Segment Start: Task inputs
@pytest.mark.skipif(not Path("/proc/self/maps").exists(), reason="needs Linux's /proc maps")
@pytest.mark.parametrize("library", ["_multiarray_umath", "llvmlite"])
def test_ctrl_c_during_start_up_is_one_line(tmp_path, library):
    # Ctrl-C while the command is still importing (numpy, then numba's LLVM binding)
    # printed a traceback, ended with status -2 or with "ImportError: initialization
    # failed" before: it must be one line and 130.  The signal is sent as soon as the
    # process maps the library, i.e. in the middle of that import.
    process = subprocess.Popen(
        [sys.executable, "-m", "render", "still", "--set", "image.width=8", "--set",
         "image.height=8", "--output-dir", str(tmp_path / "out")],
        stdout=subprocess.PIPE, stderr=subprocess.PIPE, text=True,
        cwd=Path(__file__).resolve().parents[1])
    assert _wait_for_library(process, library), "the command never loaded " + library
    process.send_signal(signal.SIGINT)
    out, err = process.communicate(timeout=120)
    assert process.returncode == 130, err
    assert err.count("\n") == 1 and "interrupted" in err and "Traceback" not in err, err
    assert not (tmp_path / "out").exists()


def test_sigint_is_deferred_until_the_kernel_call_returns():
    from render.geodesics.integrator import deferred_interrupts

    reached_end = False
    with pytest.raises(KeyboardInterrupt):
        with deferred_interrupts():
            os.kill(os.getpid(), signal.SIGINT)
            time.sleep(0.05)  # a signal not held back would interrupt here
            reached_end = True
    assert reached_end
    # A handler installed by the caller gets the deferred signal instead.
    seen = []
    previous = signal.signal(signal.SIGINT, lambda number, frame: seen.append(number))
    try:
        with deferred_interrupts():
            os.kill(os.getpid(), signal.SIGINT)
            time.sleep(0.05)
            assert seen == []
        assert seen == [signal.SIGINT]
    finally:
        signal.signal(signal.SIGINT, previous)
Segment End: Task inputs
Segment Start: Task inputs
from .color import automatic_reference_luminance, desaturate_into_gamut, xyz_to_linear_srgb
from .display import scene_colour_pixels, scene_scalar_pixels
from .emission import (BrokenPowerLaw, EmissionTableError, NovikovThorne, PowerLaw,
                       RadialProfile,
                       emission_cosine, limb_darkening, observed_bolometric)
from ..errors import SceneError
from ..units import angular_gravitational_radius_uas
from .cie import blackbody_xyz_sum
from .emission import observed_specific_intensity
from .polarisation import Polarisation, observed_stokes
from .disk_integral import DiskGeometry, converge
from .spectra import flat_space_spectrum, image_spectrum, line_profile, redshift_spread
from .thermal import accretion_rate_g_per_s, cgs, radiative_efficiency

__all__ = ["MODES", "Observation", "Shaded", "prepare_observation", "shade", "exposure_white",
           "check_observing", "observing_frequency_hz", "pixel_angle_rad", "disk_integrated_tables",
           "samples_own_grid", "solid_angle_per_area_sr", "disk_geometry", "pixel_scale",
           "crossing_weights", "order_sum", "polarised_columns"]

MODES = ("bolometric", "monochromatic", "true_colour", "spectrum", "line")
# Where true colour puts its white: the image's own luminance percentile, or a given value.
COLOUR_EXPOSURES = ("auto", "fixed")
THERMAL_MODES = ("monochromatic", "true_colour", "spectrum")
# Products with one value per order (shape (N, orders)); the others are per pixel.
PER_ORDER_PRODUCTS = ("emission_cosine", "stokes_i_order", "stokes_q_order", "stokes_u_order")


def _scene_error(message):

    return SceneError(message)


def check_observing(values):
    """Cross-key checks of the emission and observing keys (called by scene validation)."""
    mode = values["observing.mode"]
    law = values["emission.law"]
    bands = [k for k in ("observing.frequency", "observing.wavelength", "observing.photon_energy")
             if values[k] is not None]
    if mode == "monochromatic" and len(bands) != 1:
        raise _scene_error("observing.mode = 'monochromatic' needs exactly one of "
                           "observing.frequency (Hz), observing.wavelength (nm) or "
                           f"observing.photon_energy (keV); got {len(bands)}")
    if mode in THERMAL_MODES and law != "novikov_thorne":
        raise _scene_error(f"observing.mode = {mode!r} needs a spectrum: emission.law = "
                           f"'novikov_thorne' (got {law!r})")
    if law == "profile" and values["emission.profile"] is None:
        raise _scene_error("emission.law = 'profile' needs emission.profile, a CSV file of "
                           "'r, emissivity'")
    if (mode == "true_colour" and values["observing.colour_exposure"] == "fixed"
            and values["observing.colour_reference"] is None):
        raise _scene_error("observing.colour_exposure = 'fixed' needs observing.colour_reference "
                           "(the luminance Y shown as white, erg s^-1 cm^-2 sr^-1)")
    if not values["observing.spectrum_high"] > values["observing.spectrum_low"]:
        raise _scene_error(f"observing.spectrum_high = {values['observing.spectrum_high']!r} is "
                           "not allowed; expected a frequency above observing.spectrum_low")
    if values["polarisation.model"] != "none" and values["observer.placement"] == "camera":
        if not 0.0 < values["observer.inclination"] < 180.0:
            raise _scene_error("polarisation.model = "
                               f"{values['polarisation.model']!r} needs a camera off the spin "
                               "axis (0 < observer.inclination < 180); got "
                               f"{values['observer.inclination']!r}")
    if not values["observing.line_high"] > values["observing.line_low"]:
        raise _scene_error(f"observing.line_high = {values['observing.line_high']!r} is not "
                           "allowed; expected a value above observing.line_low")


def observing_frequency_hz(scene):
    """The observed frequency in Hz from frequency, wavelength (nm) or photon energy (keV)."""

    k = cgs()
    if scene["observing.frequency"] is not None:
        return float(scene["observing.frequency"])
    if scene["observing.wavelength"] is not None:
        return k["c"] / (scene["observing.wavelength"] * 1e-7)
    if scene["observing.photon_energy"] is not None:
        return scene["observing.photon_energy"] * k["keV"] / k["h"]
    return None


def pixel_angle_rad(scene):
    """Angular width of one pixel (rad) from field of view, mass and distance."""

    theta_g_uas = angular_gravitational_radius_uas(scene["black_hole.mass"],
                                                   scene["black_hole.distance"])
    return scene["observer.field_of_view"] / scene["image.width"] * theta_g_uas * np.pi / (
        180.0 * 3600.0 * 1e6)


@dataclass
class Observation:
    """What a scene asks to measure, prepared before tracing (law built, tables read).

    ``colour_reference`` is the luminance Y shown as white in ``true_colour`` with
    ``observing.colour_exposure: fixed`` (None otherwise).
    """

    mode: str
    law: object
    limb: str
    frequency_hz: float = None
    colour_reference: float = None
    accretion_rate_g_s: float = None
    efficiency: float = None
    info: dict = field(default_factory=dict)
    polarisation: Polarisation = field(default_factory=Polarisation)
Segment End: Task inputs
Segment Start: Task inputs
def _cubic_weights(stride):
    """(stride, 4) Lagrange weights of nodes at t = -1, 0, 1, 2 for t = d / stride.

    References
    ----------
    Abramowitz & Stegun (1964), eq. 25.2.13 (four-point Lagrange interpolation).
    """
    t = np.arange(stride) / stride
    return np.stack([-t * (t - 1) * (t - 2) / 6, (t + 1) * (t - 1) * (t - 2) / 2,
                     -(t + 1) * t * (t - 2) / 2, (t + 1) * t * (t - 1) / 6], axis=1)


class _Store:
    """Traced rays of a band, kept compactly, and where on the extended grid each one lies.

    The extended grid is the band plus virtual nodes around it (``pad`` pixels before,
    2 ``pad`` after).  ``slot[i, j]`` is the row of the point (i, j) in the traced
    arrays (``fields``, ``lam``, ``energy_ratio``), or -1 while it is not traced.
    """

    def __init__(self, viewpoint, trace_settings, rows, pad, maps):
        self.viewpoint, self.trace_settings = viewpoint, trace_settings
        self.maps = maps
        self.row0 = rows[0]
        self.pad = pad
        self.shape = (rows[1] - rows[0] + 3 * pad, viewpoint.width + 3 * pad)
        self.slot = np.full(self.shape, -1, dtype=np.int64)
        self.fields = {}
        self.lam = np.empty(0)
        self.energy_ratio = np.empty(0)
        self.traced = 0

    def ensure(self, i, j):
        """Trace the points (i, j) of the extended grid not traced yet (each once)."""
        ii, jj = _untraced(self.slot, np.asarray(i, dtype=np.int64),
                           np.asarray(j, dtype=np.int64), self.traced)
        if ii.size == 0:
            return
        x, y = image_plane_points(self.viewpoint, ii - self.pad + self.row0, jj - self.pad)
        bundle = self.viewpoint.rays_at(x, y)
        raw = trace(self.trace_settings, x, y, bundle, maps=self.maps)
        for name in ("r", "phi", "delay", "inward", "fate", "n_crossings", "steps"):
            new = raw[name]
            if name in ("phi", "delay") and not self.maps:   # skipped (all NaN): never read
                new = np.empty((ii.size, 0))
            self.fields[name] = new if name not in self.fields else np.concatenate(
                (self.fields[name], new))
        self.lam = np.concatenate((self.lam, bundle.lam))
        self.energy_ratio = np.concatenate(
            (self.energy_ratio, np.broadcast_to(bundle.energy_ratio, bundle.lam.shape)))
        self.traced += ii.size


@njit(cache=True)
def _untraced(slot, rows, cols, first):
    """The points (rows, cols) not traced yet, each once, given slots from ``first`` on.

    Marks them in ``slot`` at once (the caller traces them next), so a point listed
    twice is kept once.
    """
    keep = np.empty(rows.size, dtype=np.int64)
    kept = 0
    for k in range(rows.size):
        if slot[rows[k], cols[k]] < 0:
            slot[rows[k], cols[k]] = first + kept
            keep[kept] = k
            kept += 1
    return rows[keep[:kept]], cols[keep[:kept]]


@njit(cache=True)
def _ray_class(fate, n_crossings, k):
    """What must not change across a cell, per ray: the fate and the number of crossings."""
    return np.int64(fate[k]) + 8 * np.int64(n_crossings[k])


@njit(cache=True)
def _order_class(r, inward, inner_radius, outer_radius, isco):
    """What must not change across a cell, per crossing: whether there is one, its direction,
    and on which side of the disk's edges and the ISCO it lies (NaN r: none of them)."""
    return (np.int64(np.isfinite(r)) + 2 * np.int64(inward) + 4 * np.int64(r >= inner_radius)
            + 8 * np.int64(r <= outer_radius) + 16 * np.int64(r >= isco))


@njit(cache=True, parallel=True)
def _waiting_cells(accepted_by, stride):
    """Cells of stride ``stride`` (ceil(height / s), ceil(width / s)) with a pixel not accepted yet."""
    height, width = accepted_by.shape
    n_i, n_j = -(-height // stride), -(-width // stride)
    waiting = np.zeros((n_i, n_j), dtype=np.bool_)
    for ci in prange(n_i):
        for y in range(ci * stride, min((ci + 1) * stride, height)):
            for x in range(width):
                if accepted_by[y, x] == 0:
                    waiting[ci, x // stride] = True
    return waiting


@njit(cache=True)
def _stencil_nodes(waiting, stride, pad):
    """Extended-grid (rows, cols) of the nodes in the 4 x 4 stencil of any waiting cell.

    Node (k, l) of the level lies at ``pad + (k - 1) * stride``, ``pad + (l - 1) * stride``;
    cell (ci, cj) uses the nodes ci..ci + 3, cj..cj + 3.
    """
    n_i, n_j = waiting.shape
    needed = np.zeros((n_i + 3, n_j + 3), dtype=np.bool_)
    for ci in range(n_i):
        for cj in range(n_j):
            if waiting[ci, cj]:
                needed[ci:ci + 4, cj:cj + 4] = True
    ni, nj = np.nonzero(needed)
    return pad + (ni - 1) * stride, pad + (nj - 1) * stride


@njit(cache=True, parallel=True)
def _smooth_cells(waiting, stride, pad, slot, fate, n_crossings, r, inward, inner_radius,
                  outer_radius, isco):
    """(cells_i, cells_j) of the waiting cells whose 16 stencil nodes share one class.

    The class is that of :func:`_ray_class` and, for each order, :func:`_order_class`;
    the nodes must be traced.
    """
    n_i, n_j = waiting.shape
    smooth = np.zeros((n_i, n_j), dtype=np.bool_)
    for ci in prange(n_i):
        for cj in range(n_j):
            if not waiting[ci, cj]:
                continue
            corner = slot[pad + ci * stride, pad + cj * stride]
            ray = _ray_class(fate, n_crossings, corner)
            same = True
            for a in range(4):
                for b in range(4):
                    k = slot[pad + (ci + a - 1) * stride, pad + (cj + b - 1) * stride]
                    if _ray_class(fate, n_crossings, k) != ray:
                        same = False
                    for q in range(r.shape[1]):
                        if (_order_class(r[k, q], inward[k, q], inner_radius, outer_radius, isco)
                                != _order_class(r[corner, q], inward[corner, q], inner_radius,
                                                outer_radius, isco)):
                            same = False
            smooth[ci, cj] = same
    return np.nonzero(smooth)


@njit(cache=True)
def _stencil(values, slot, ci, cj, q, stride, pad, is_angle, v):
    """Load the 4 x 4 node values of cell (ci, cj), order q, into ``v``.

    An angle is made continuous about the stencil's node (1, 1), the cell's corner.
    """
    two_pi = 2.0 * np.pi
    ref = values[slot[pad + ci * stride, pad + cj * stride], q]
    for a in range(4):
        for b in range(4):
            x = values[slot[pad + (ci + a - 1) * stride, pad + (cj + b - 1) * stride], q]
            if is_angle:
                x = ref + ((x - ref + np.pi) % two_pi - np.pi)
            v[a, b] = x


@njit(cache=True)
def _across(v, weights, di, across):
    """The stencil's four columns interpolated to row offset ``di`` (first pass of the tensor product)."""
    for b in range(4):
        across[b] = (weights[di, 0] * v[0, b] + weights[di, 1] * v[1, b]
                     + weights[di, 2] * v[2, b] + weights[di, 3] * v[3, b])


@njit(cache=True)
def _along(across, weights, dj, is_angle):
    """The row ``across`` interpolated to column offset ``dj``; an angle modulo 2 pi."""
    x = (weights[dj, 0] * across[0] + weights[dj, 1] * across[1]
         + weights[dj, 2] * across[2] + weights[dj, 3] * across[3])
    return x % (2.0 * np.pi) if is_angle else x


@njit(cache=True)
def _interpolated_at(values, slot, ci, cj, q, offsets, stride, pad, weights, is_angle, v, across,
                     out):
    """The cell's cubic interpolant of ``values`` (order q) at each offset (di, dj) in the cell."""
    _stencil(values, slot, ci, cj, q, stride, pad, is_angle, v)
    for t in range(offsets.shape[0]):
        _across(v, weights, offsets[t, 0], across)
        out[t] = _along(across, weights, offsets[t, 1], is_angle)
Segment End: Task inputs
Search the lines above for the string "signal", then show every one that has it.

    # failed" before: it must be one line and 130.  The signal is sent as soon as the
    process.send_signal(signal.SIGINT)
            os.kill(os.getpid(), signal.SIGINT)
            time.sleep(0.05)  # a signal not held back would interrupt here
    # A handler installed by the caller gets the deferred signal instead.
    previous = signal.signal(signal.SIGINT, lambda number, frame: seen.append(number))
            os.kill(os.getpid(), signal.SIGINT)
        assert seen == [signal.SIGINT]
        signal.signal(signal.SIGINT, previous)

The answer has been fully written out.